HISD’s overall scores for eighth-grade math and reading were the lowest they had been since 2003 – the first year HISD participated in the biannual assessment – while the district recorded its worst scores yet in fourth-grade math and reading. Fewer than 50 percent of the eighth-graders tested from HISD performed at or above the NAEP’s basic achievement level for math, whereas nearly 61 percent met the threshold in 2019.
“This year’s NAEP scores are fundamental to understanding how the COVID-19 pandemic has affected our nation’s education system in these core subjects at a pivotal period in our students’ education journeys,” HISD superintendent Millard House II said in a news release from the district. “This is why it continues to be important that we provide the necessary academic and non-academic supports to help every student succeed as detailed in our five-year strategic plan.”

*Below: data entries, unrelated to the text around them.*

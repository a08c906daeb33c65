"""Reading tables from files: CSV, TSV, Parquet and JSON, by extension.

Text tables are read the way people write them: the delimiter (comma,
semicolon, tab or pipe) is found from the first lines, a semicolon-separated
file with decimal commas ("3,5") reads as numbers, common missing-value
markers become missing, and a column of numbers with thousands separators
("6,571") becomes numeric.
"""

from __future__ import annotations

import bz2
import csv
import difflib
import gzip
import io
import lzma
import re
import warnings
import zipfile
import zlib
from contextlib import contextmanager
from pathlib import Path

import numpy as np
import pandas as pd
from pandas.api import types as ptypes

from warmstart.errors import WarmstartError

__all__ = ["DELIMITERS", "MISSING_MARKERS", "TABLE_SUFFIXES", "TableError", "column_not_found", "read_table"]

TABLE_SUFFIXES = {
    ".csv": "CSV",
    ".tsv": "TSV",
    ".txt": "TSV",
    ".parquet": "Parquet",
    ".pq": "Parquet",
    ".jsonl": "JSON lines",
    ".ndjson": "JSON lines",
    ".json": "JSON",
}
#: delimiters a CSV/TSV file may use, and their names in messages
DELIMITERS = {",": "comma", ";": "semicolon", "\t": "tab", "|": "pipe"}
#: read as missing in CSV/TSV, besides pandas' own markers ("", "NA", "N/A", "null", "NaN", "None" ...);
#: not "none": it is a level of built-in choices (``class_weight``) and of everyday categories
MISSING_MARKERS = ("?", "-", "n/a", "N/A", "NA", "na", "null", "NULL", "")
_SAMPLE_BYTES = 1 << 16  # decompressed text read to find the delimiter and the header
_SAMPLE_ROWS = 50
_LINES_SHOWN = 5  # line numbers a note about short rows gives
_SCAN_BYTES = 1 << 22  # bytes per block of the scan for short rows
_COMPRESSIONS = (".gz", ".zip", ".bz2", ".xz", ".zst")
_UNNAMED = re.compile(r"Unnamed: \d+")


class TableError(WarmstartError, ValueError):
    """A file cannot be read as a table."""


def _kind(path: Path) -> str:
    suffixes = [s.lower() for s in path.suffixes]
    if suffixes and suffixes[-1] in _COMPRESSIONS:
        suffixes = suffixes[:-1]
    suffix = suffixes[-1] if suffixes else ""
    if suffix not in TABLE_SUFFIXES:
        allowed = ", ".join(sorted(TABLE_SUFFIXES))
        raise TableError(f"{path}: cannot tell the format from the extension {suffix!r}; use one of {allowed}")
    return TABLE_SUFFIXES[suffix]


def read_table(path: str | Path) -> pd.DataFrame:
    r"""Read a table from a file, choosing the reader by extension.

    Parameters
    ----------
    path : str or Path
        ``.csv``, ``.tsv``/``.txt``, ``.parquet``/``.pq``,
        ``.jsonl``/``.ndjson`` (one JSON object per line) or ``.json`` (a JSON
        array of objects, or JSON lines); CSV/TSV and JSON may be compressed
        (``.gz``, ``.bz2``, ``.xz``, ``.zip``, ``.zst``).

    Returns
    -------
    pandas.DataFrame
        Column names are text. ``attrs["notes"]`` lists what was guessed
        (a delimiter other than the extension's, decimal commas, columns
        dropped or converted), for a command line to print.

    Raises
    ------
    TableError
        When the file is missing, empty, malformed or of unknown format, or
        names a column twice; the message names the file and what went wrong.

    Notes
    -----
    CSV and TSV files (by either extension) may use a comma, semicolon, tab
    or pipe between fields: the delimiter is the one that splits the header
    into two or more fields and the first rows into as many, preferring the
    extension's own (comma for ``.csv``, tab for ``.tsv``/``.txt``). A
    semicolon-separated file whose first lines hold a decimal comma ("3,5") is
    read with decimal commas. ``MISSING_MARKERS`` ("?", "-", "na" ...) and
    pandas' own markers become missing. A text column whose every value is a
    number with thousands separators ("6,571", "1,234.5"; "1.234,5" in a
    decimal-comma file) or a plain number becomes numeric. Columns without a
    header name ("Unnamed: 5" in pandas) that hold no value are dropped. A
    row with fewer fields than the header (a *short row*) reads as missing
    in the fields it lacks, as pandas and R's ``read.csv`` read it, and a note
    counts such rows and gives the first line numbers; a row with more fields
    than the header is refused.

    Examples
    --------
    >>> import pathlib, tempfile
    >>> folder = pathlib.Path(tempfile.mkdtemp())
    >>> _ = (folder / "fares.csv").write_text("route;fare;seats\nnorth;3,5;120\nsouth;?;80\n")
    >>> read_table(folder / "fares.csv")["fare"].tolist()
    [3.5, nan]
    """
    path = Path(path)
    kind = _kind(path)
    _check_file(path, kind)
    notes: list[str] = []
    frame = _read_kind(path, kind, notes)
    if kind.startswith("JSON"):
        _check_json_rows(frame, path, kind)
    if frame.shape[0] == 0:
        raise TableError(f"{path}: the table has a header but no rows")
    frame.columns = [str(c) for c in frame.columns]
    if notes:
        frame.attrs["notes"] = notes
    return frame


def _check_file(path: Path, kind: str) -> None:
    """Refuse a missing path, a directory and an empty file, naming it."""
    if not path.exists():
        raise TableError(f"{path}: no such file")
    if path.is_dir():
        raise TableError(f"{path}: is a directory, expected a {kind} file")
    if path.stat().st_size == 0:
        raise TableError(f"{path}: the file is empty")


def _read_kind(path: Path, kind: str, notes: list[str]) -> pd.DataFrame:
    """The file read by the reader of its kind; every reader's error becomes a :class:`TableError`."""
    try:
        with warnings.catch_warnings():
            # A row with more fields than the header would silently become the
            # index (shifting every value one column left): refuse it instead.
            warnings.simplefilter("error", pd.errors.ParserWarning)
            if kind in ("CSV", "TSV"):
                frame = _read_text_table(path, kind, notes)
            elif kind == "Parquet":
                frame = pd.read_parquet(path)
            else:
                # JSON types as written: exact floats, keys such as "1" kept as text, no guessing
                # (the default guesser would turn [3, true] into [3, 1] and date-like text into times)
                array = kind == "JSON" and _sample_text(path)[0].lstrip().startswith("[")
                frame = pd.read_json(path, lines=not array, convert_axes=False, dtype=False, precise_float=True)
    except TableError:
        raise
    except pd.errors.ParserWarning as exc:
        raise TableError(f"{path}: not a valid {kind} file (a row has more fields than the header: {exc})") from None
    except (ValueError, pd.errors.ParserError, UnicodeDecodeError, OSError, EOFError, zlib.error, lzma.LZMAError,
            zipfile.BadZipFile, csv.Error) as exc:
        first = str(exc).strip().splitlines()[0] if str(exc).strip() else type(exc).__name__
        raise TableError(f"{path}: not a valid {kind} file ({first})") from None
    except ImportError as exc:  # .zst needs the zstandard package
        raise TableError(f"{path}: cannot decompress the file ({exc})") from None
    except Exception as exc:  # pyarrow raises its own types for broken Parquet
        if type(exc).__module__.startswith("pyarrow"):
            raise TableError(f"{path}: not a valid {kind} file ({exc})") from None
        raise
    return frame


def _check_json_rows(frame: pd.DataFrame, path: Path, kind: str) -> None:
    """Refuse JSON whose rows were not objects (object keys are always strings)."""
    if all(isinstance(c, str) for c in frame.columns):
        return
    if kind == "JSON":
        raise TableError(
            f"{path}: not a valid JSON file: every row must be a JSON object, e.g. "
            '[{"C": 0.5, "score": 0.91}, ...] or one such object per line (arrays or bare values will not do)'
        )
    raise TableError(
        f"{path}: not a valid JSON lines file: every line must be one JSON object, "
        'e.g. {"C": 0.5, "score": 0.91} (a JSON array or bare values will not do)'
    )


def column_not_found(name: str, columns, what: str = "target column") -> str:
    """Message for a column that a table lacks, with the closest name when one is near.

    Parameters
    ----------
    name : str
        The column asked for.
    columns : iterable
        The table's column names.
    what : str, default "target column"
        What the column is, as the message should call it.

    Returns
    -------
    str
        ``"target column 'Price' not found; columns are [...]"``, followed by
        ``"; did you mean 'price'?"`` when a column differs only in case or
        surrounding spaces, or is a close spelling (``difflib``).

    Examples
    --------
    >>> column_not_found("Fare", ["route", "fare"])
    "target column 'Fare' not found; columns are ['route', 'fare']; did you mean 'fare'?"
    """
    names = [str(c) for c in columns]
    message = f"{what} {name!r} not found; columns are {names}"
    folded: dict[str, str] = {}
    for c in names:
        folded.setdefault(c.strip().casefold(), c)
    key = str(name).strip().casefold()
    close = difflib.get_close_matches(key, list(folded), n=1, cutoff=0.7)
    match = folded.get(key) or (folded[close[0]] if close else None)
    return f"{message}; did you mean {match!r}?" if match is not None else message


# -- CSV and TSV ------------------------------------------------------------
def _read_text_table(path: Path, kind: str, notes: list[str]) -> pd.DataFrame:
    text, more = _sample_text(path)
    default = "," if kind == "CSV" else "\t"
    sep, header = _sniff(text, more, default)
    decimal = "," if sep == ";" and re.search(r"\d,\d", text) else "."
    if sep != default or decimal != ".":
        notes.append(f"read as {DELIMITERS[sep]}-separated ({sep!r})" + (" with decimal commas" if decimal == "," else ""))
    _refuse_repeated_names(path, header)
    frame = pd.read_csv(
        path, sep=sep, decimal=decimal, na_values=list(MISSING_MARKERS), index_col=False, low_memory=False
    )
    if frame.shape[1] == 1:
        _refuse_one_wrong_column(path, kind, str(frame.columns[0]), text, sep)
    empty = [c for c in frame.columns if isinstance(c, str) and _UNNAMED.fullmatch(c) and frame[c].isna().all()]
    if len(empty) == frame.shape[1]:
        empty = []
    short = _short_rows_note(path, sep, frame, [c not in empty for c in frame.columns])
    if empty:
        frame = frame.drop(columns=empty)
        notes.append(f"dropped {len(empty)} empty column(s) without a header name")
    converted = _numbers_with_separators(frame, decimal)
    if converted:
        notes.append(f"read column(s) {converted} as numbers with thousands separators")
    if short:
        notes.append(short)
    return frame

HISD saw declines across the board in the percentages of its students performing at or above basic achievement levels as defined by the NAEP. The number of students meeting the threshold for fourth-grade math fell from about 77 percent in 2019 to 63 percent this year, while those percentages dropped from 47 to 44 in fourth-grade reading and from 59 to 56 percent in eighth-grade reading.
HISD’s overall scores in math were similar to the average scores for other public-school students in large cities, while its performance in reading was lower than average.
Nationally, this year’s assessment found that achievement gaps widened along racial lines since the start of the pandemic. Black and Hispanic fourth-graders saw larger declines in scores than their white counterparts.
There have been similar trends in HISD, where the scores of Black and Hispanic students were more greatly impacted than those of white students in eighth-grade reading as well as in fourth-grade reading and math. Hispanic students account for more than 61 percent of HISD’s student population, which is more than 22 percent Black and less than 10 percent white.
Remote learning associated with the pandemic also has exacerbated inequities between higher-performing students (those at or above the 75th percentile) and lower-performing students (below the 25th percentile). Surveys that accompanied this year’s test showed that, nationally, higher-performing students had more help from their teachers and better access to quiet spaces as well as computers and tablets.
“It is a serious wakeup call for us all,” Peggy Carr, the commissioner of the National Center for Education Statistics, told the Associated Press. “… This is a very serious issue, and it’s not going to go away on its own.”